Déby, 68, spent more than three decades in power and was one of Africa’s longest-serving leaders. An army officer by training, he came to power in 1990 through an armed uprising.
The newspaper says that the Central Bank of Nigeria (CBN) has assured exporters that they will continue to have unfettered access to their export proceeds. CBN Governor, Mr. Godwin Emefiele, during a presentation at Zenith Bank’s 2021 Export Seminar, which held via a virtual platform yesterday, however, urged them to reciprocate the good gestures of the central bank by repatriating their funds.
According to him, supporting greater trade within Africa and the global community is vital to the CBN’s objectives of enabling greater economic growth and creating employment opportunities for the country’s growing population.

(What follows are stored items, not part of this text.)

def count_in_processes(
    messages: Iterable[str], workers: int, *, memory_cap: int | None = None, order: int = DEFAULT_ORDER
) -> CountBuilder:
    """Count batches of messages in ``workers`` processes and merge their counts.

    The result equals one builder counting every message (``CountBuilder(memory_cap=...,
    order=...)``; merging is exact). This process only reads and joins messages into
    batches of about a million characters; each worker keeps one builder for everything
    it is sent, so partial counts are merged once per worker at the end, not once per
    batch. At most ``2 × workers`` batches wait in the queue, so memory does not grow
    with the input. Under ``memory_cap`` every worker gets an equal share of the cap
    (and this process one more share while counting, the whole cap while merging);
    workers spill their sorted runs into a directory this process owns and removes.
    """
    import multiprocessing as mp
    import queue as queue_mod
    import tempfile

    if isinstance(workers, bool) or not isinstance(workers, int) or workers < 1:
        raise InvalidArgumentError(f"workers must be an integer >= 1, got {workers!r}")
    CountBuilder(memory_cap=memory_cap, order=order)  # check the settings before starting processes
    method = "fork" if "fork" in mp.get_all_start_methods() else "spawn"
    ctx: Any = mp.get_context(method)
    share = None if memory_cap is None else max(1 << 16, memory_cap // (workers + 1))
    limit = batch_chars(share)
    with tempfile.TemporaryDirectory(prefix="nextword-counts-") as spill_root:
        inbox = ctx.Queue(maxsize=2 * workers)
        outbox = ctx.Queue()
        procs = [
            ctx.Process(target=_count_worker, args=(inbox, outbox, share, spill_root, order), daemon=True)
            for _ in range(workers)
        ]
        for proc in procs:
            proc.start()

        def check() -> None:
            for proc in procs:
                if proc.exitcode not in (None, 0):
                    raise RuntimeError(f"a counting worker process died (exit code {proc.exitcode})")

        def put(item: Any) -> None:
            while True:
                try:
                    inbox.put(item, timeout=0.5)
                    return
                except queue_mod.Full:
                    check()

        try:
            for item in join_batches(messages, limit):
                put(item)
            for _ in procs:
                put(None)
            builder: CountBuilder | None = None
            for _ in procs:
                while True:
                    try:
                        part = outbox.get(timeout=0.5)
                        break
                    except queue_mod.Empty:
                        check()
                if builder is None:  # the first part becomes the result: no remapping
                    builder = part
                    builder._adopt_runs(memory_cap)
                else:
                    builder.merge(part)  # re-spills the part's runs into the builder's own directory
                del part
            for proc in procs:
                proc.join()
            assert builder is not None
        finally:
            inbox.cancel_join_thread()  # never hang on batches no worker will read
            for proc in procs:
                if proc.is_alive():
                    proc.terminate()
                    proc.join()
    return builder
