@SETTINGS
@given(seed=st.integers(0, 10**6), n_messages=st.integers(3, 60), vocab_size=st.integers(2, len(WORDS)),
       min_count=st.sampled_from([1, 2]), small_bands=st.booleans())
def test_random_corpora_equal_the_oracle(tmp_path_factory: pytest.TempPathFactory, seed: int, n_messages: int,
                                         vocab_size: int, min_count: int, small_bands: bool) -> None:
    rng = random.Random(seed)
    vocab = WORDS[:vocab_size]
    messages = random_messages(rng, n_messages, vocab)
    path = tmp_path_factory.mktemp("kn") / "m.nwm"
    # small_bands: skybands on rows of more than 2 successors, so the stored-band path runs
    extra = {"skyband_min": 2, "skyband_k": 3} if small_bands else {}
    try:
        nextword.train_texts(messages, path, smoothing="kn", min_count=min_count, **extra)  # type: ignore[arg-type]
    except nextword.InputDataError:
        return  # no word reached min_count
    except InvalidArgumentError as e:
        assert "vocabulary is empty" in str(e)
        return
    model = nextword.load(path, verify=True)
    assert (model.estimator, model.order, model.format_version) == ("kn", 2, (1, 4))
    oracle = oracle_like(model, messages, min_count=min_count)
    ctxs = contexts_for(rng, vocab, 2)
    check_probabilities(model, oracle, ctxs)
    prefixes = ["", "b", "br", "t", "th", "x", "B"]
    check_rankings(model, oracle, ctxs, prefixes, [1, 2, 3, 5, 20])
    typed = ["", "The b", "the ", "fix the b", "Bike. T", "42 b", "a BR", "zebra "]
    check_suggest(model, oracle, typed, 3)


# A corpus whose continuation counts make two floors equal in real numbers but one last-bit
# step apart in floats: "tube" has continuation count 1, "tire" 3, and Chen & Goodman's
# estimate gives 1 − D₁ = 3 − D₃ = 2/3 here (D₁ = 1/3, D₃ = 7/3), computed as
# 0.6666666666666663 and 0.6666666666666665. After <unk> both score γ·floor, which rounds
# to one float. First found by test_random_corpora_equal_the_oracle (seed 884).
NEAR_TIE = [
    "fix! lane", "fix 42 bike. a crank bike", "chain harbor lane bike! tire bell tire chain", "The a",
    "harbor a lane 42", "bike fix tire lane! bell fix brake tube brake", "! is", "lane. chain brake",
]
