def _cmd_mix(args: argparse.Namespace) -> int:
    from .mix import fit_weights, write_mix

    if len(args.parts) != len(set(os.path.realpath(p) for p in args.parts)):
        raise UsageError("a model is named twice among the parts")
    out: dict[str, Any] = {"output": args.output, "parts": args.parts}
    if args.weights is not None:
        weights = list(args.weights)
        fitted = None
    else:
        messages = [m for m in iter_messages(open_sources(args.heldout, fmt=args.format, field=args.field)) if m.strip()]
        if not messages:
            raise InputDataError("no held-out messages in " + ", ".join(args.heldout))
        models = [load(p) for p in args.parts]
        bar = Progress("mix")
        try:
            bar.stage(f"fitting weights on {len(messages):,} held-out messages")
            fit = fit_weights(models, messages)
            bar.stage("perplexity of each part alone")
            alone = [m.perplexity(messages) for m in models]
        finally:
            bar.done()
            for m in models:
                m.close()
        weights = fit.weights
        fitted = {"method": "em", "heldout": [os.path.basename(h) for h in args.heldout], "messages": len(messages), **fit.as_dict()}
        out.update({"heldout": args.heldout, "messages": len(messages), "fit": fit.as_dict(), "perplexity_alone": alone})
    write_mix(args.output, args.parts, weights, fitted=fitted)
    out["weights"] = weights
    if args.json:
        print(json.dumps(out, ensure_ascii=False))
        return 0
    shown = ", ".join(f"{w:.4f} {p}" for w, p in zip(weights, args.parts))
    print(f"wrote {args.output}: {shown}")
    if fitted is not None:
        alone_txt = ", ".join(f"{x:.2f}" for x in out["perplexity_alone"])
        print(f"held-out perplexity {fitted['perplexity']:.2f} mixed (each part alone: {alone_txt}); "
              f"{fitted['unknown_words']:,} of {fitted['known_words'] + fitted['unknown_words']:,} held-out words unknown to every part; "
              f"EM: {fitted['iterations']} iterations")
    return 0


def _cmd_live(args: argparse.Namespace) -> int:
    from .live import run_live

    if not (sys.stdin.isatty() and sys.stdout.isatty()):
        raise UsageError("live needs a terminal (stdin and stdout must be a TTY)")
    return run_live(open_any(args.model, lam=args.lam), k=args.k, lam=None, typo=_typo_channel(args))


_REPORT_FILES = {"eval": ("report.md", "ksr.png", "latency.png"), "tune": ("tune.md", "perplexity.png", "ksr.png")}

He said the COVID-19 pandemic and its resulting implications on crude oil prices in 2020, which led to a significant decline in government revenues and forex earnings, had strengthened the case for the diversification of the economy.
Emefiele expressed optimism that the African Continental Free Trade Agreement (AFCFTA) offers opportunities for the Nigerian private sector to expand into new markets and seek new export opportunities, particularly in the area of manufacturing, ICT, agriculture and financial services.
The Sun reports that the Group Managing Director of Nigeria National Petroleum Corporation (NNPC), Mr. Mela Kyari, has assured motorists that fuel queues, that resurfaced in petrol stations in the Federal Capital Territory, Abuja, would disappear in no time.
He gave the assurance while fielding questions from State House Correspondents after a meeting with President Muhammadu Buhari to give updates on the industry and goings-on in the country around the oil and gas business.
Asked why the fuel queues were back in the nation’s capital, Kyari said: “These queues will go away. It’s because there was an industrial action by petroleum tanker drivers against their employers, the National Association of Road Transport Owners around their compensation package and those issues were not resolved up till yesterday, until we intervened to ensure that there’s an amicable settlement between the parties so that they will have peace and then normal loading operations will commence from the depots.
The Guardian says that the Federal Government has announced plans to increase milk production from the current 600,000 metric tonnes to 1,700,000 metric tonnes by 2024.
Nigeria’s Vice President, Prof. Yemi Osinbajo, who gave the short-term target, said the government will provide the needed infrastructure to enhance milk aggregation and distribution and that the plan will reduce the $1.3 billion dairy importation bill.
The Vice President represented by the Minister of Industry, Trade and Investment, Chief Niyi Adebayo, at a webinar organised by Friesland Campina WAMCO Nigeria Plc to launch its Value4dairy Consortium, said dairy was one of Nigeria’s priority products for domestic production as it is a source of demand for foreign exchange, adding that it also has the potential to create wealth for farmers.
“These priority products include oil palm, cassava, starch, cotton, textile and garments, sugar and dairy.
“With Friesland Campina WAMCO as a processor to deliver the end chain, the partnership will drive increased consumption of processed milk, milk products and the expected industry growth,” he said.